Where a line in the records below contains the string "else", tally it; give only the final number.

Dataset content:
-*-
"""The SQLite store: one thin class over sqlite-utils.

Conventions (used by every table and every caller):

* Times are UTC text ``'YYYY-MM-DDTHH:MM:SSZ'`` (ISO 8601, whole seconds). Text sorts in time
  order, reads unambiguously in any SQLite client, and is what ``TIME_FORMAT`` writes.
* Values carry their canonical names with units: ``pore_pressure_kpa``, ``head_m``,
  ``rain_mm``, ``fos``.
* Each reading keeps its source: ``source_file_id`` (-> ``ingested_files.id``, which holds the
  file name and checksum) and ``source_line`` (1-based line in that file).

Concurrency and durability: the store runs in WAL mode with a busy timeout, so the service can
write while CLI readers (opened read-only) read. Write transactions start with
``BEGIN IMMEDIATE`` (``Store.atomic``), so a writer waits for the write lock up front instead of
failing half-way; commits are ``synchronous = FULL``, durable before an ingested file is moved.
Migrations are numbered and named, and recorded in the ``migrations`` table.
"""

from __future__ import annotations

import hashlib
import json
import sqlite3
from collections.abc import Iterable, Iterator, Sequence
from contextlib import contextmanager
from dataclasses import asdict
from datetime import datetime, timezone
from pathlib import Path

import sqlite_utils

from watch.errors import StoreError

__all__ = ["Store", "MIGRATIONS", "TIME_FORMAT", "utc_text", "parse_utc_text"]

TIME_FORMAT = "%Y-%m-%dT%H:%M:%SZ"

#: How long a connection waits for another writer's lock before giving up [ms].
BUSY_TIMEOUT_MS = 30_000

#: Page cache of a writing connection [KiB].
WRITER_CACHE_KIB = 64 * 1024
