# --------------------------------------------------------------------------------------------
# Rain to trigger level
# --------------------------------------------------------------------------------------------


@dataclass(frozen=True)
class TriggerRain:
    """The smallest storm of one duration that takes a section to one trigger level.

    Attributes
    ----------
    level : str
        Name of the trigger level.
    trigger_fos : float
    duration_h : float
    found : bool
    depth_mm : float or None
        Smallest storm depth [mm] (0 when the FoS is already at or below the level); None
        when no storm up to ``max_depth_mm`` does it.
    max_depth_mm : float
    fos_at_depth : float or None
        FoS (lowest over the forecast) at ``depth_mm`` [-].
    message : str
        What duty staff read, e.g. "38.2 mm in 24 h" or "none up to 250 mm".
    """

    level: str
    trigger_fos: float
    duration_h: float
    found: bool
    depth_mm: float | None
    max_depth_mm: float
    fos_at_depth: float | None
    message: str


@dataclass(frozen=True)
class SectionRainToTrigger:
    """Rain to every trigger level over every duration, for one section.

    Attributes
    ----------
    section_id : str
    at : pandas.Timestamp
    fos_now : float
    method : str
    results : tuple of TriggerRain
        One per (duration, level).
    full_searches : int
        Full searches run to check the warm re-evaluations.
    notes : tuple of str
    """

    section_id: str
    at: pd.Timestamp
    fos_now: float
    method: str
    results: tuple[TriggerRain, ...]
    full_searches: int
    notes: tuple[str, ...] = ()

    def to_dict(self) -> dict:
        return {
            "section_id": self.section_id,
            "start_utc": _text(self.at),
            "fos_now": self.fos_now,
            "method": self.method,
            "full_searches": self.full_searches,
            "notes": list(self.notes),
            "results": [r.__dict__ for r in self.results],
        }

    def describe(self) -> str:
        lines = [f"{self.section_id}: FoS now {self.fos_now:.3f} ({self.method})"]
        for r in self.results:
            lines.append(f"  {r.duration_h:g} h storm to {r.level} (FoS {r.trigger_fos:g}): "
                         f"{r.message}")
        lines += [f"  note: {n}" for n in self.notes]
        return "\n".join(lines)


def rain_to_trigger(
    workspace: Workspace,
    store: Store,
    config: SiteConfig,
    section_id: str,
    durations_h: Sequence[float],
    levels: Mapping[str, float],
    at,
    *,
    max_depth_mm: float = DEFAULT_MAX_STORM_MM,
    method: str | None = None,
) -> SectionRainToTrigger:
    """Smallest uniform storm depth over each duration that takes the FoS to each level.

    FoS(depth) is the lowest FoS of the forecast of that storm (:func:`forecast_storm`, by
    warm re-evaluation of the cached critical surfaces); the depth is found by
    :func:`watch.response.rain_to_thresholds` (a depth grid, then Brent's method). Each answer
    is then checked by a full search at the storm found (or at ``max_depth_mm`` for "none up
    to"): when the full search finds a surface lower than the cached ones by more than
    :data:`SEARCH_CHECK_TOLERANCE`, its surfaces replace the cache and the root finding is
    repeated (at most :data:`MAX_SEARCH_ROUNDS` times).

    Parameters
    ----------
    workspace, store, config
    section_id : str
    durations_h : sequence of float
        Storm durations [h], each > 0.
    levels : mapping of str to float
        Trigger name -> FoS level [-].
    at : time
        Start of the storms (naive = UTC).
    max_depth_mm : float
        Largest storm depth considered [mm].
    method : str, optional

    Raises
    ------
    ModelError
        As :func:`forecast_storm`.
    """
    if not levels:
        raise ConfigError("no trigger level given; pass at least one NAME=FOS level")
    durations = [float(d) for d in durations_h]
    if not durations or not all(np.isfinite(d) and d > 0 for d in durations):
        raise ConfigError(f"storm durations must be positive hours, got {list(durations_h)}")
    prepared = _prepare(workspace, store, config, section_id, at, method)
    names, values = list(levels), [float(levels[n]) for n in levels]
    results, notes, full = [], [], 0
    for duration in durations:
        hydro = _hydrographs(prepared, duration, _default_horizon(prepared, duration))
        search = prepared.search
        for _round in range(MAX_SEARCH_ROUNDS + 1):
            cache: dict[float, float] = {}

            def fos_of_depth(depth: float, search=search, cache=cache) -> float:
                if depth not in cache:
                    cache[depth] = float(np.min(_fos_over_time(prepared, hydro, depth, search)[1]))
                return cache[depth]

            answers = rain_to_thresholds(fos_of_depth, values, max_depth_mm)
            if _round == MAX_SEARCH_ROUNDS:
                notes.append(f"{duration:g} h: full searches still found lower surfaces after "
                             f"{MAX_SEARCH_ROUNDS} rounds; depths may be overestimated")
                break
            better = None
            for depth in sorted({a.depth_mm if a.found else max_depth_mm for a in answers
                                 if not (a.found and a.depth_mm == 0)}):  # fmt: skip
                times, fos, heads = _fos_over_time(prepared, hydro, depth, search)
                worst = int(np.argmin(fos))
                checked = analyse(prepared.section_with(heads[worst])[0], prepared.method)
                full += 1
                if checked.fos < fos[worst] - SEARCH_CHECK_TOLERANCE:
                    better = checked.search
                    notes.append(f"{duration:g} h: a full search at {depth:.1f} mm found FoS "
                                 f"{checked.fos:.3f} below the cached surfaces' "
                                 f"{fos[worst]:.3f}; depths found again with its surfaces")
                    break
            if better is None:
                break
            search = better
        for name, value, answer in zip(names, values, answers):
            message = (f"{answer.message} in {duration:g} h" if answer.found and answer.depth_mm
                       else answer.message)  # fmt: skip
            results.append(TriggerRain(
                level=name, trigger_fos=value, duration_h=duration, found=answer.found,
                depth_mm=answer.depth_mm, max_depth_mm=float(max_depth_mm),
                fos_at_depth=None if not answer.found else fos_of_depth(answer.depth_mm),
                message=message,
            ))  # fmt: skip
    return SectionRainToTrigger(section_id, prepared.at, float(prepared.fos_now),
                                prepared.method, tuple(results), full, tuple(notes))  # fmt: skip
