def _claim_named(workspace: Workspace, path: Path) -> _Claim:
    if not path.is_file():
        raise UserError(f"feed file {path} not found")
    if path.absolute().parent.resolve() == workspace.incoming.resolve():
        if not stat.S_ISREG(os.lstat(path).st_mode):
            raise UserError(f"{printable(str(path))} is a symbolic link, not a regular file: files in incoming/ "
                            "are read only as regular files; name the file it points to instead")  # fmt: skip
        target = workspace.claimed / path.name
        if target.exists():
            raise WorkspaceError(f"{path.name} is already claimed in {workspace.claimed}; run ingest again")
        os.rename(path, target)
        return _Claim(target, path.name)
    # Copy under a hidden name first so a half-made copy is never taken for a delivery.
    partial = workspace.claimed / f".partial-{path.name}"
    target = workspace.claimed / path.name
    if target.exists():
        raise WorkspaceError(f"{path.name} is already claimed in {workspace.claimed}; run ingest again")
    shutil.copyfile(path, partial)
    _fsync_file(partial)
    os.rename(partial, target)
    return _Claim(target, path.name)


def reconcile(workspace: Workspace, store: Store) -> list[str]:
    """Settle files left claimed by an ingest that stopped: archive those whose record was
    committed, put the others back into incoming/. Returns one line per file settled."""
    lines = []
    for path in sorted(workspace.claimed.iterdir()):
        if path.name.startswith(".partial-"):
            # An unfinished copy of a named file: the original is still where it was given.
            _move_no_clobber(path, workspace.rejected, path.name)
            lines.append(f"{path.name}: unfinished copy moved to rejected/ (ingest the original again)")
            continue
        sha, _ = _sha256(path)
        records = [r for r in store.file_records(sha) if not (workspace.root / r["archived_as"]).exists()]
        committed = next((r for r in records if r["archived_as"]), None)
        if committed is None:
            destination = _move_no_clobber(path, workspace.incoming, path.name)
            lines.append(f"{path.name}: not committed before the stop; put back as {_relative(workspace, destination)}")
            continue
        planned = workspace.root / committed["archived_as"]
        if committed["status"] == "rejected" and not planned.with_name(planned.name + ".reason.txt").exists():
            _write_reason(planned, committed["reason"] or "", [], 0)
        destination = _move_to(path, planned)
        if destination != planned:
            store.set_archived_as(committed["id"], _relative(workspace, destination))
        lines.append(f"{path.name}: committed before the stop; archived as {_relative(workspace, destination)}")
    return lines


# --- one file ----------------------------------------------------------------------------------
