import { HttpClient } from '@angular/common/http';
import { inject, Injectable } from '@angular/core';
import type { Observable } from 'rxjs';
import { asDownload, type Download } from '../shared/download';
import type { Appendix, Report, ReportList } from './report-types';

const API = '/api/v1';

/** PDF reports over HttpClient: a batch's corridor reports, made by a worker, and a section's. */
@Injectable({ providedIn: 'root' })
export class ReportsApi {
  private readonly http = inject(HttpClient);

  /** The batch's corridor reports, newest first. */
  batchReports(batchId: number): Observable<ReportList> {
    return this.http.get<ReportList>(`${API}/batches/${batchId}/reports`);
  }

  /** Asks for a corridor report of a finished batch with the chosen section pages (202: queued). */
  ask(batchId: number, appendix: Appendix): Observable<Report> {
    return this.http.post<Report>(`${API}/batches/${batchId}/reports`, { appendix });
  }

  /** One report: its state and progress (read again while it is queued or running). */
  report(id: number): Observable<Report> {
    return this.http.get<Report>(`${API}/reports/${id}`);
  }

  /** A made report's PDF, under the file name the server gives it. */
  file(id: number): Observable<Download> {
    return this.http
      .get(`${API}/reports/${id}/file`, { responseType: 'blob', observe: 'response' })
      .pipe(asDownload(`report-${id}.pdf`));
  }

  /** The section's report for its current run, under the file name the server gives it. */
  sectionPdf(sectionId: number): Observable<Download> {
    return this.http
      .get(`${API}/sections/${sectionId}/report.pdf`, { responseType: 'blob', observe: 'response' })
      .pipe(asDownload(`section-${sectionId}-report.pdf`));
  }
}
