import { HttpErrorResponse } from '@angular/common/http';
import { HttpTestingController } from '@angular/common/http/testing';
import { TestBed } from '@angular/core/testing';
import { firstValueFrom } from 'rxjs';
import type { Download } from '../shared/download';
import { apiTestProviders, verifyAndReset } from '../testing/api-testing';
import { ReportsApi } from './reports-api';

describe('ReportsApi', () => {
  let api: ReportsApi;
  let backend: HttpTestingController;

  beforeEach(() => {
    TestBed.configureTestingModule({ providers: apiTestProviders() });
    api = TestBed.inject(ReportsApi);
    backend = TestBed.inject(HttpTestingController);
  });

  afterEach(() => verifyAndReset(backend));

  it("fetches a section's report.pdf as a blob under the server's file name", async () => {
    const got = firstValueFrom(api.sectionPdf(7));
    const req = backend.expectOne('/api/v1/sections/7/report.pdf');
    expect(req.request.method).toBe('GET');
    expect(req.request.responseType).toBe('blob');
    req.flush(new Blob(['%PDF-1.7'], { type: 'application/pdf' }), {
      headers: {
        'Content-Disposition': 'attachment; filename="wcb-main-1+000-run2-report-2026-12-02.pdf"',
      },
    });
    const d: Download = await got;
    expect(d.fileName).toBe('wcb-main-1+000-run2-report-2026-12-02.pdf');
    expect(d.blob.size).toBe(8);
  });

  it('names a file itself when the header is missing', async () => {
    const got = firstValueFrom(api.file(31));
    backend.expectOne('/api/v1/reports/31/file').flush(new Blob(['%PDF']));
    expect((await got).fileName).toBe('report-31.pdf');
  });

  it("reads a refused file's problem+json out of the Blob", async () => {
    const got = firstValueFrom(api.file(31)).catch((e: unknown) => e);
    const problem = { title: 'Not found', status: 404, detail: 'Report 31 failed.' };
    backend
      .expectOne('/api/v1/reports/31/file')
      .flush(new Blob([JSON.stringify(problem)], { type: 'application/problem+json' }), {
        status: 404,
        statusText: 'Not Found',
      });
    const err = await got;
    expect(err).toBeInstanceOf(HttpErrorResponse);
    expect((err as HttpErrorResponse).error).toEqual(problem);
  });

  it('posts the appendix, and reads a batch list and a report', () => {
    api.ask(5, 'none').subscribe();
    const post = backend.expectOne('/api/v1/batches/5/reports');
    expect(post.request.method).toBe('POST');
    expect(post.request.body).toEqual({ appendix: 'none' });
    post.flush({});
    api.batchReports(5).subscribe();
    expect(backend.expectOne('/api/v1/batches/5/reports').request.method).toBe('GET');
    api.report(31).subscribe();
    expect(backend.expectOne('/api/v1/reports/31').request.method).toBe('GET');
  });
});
-*-
Your solution: 3